→ **What you are asked to do**: Scan the data below. Pull out each line where "personId" occurs.

→ **Data listing**:
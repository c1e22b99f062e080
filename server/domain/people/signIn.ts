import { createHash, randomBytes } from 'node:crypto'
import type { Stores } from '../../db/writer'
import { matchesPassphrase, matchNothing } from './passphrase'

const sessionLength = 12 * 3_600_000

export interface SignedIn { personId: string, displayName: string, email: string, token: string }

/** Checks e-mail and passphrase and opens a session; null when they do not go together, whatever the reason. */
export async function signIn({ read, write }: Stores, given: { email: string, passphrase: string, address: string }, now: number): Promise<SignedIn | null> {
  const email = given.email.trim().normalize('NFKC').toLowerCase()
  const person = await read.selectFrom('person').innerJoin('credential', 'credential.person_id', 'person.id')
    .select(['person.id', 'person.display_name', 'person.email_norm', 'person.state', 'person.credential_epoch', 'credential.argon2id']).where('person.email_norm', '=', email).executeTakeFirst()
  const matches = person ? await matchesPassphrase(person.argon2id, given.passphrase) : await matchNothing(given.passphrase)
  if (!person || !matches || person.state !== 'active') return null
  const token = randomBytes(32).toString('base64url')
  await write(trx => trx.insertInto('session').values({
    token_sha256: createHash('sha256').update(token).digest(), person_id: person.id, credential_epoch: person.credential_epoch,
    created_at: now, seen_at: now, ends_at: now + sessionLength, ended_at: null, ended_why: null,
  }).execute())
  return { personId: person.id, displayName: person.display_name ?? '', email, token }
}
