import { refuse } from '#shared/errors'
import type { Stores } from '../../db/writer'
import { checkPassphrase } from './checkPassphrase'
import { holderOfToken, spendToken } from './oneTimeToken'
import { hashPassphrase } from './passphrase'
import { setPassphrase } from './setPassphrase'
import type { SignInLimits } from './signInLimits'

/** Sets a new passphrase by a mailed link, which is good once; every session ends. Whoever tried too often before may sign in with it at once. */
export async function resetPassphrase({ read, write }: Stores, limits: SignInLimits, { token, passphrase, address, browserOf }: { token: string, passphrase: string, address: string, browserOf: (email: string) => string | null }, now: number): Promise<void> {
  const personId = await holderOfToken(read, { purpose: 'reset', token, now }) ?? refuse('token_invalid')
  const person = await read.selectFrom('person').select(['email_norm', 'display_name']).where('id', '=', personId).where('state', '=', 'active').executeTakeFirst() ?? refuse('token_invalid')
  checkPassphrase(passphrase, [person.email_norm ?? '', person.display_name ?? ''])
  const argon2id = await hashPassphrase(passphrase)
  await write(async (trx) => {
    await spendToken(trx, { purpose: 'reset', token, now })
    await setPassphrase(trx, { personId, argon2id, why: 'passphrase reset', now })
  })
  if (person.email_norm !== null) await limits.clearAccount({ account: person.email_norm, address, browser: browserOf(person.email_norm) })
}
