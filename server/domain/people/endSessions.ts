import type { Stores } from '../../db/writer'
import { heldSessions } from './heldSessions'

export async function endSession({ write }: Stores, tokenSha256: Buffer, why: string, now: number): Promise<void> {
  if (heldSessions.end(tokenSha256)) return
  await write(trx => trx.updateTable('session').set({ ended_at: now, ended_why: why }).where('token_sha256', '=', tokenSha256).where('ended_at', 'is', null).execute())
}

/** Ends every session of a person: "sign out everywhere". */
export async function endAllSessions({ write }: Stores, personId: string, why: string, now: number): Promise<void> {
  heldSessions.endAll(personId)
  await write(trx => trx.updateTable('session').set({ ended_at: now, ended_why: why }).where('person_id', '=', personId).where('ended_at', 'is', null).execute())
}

→ **Exercise result**:
export interface SignedIn { personId: string, displayName: string, email: string, token: string }
  return { personId: person.id, displayName: person.display_name ?? '', email, token }
  const personId = await holderOfToken(read, { purpose: 'reset', token, now }) ?? refuse('token_invalid')
  const person = await read.selectFrom('person').select(['email_norm', 'display_name']).where('id', '=', personId).where('state', '=', 'active').executeTakeFirst() ?? refuse('token_invalid')
    await setPassphrase(trx, { personId, argon2id, why: 'passphrase reset', now })
export async function endAllSessions({ write }: Stores, personId: string, why: string, now: number): Promise<void> {
  heldSessions.endAll(personId)
  await write(trx => trx.updateTable('session').set({ ended_at: now, ended_why: why }).where('person_id', '=', personId).where('ended_at', 'is', null).execute())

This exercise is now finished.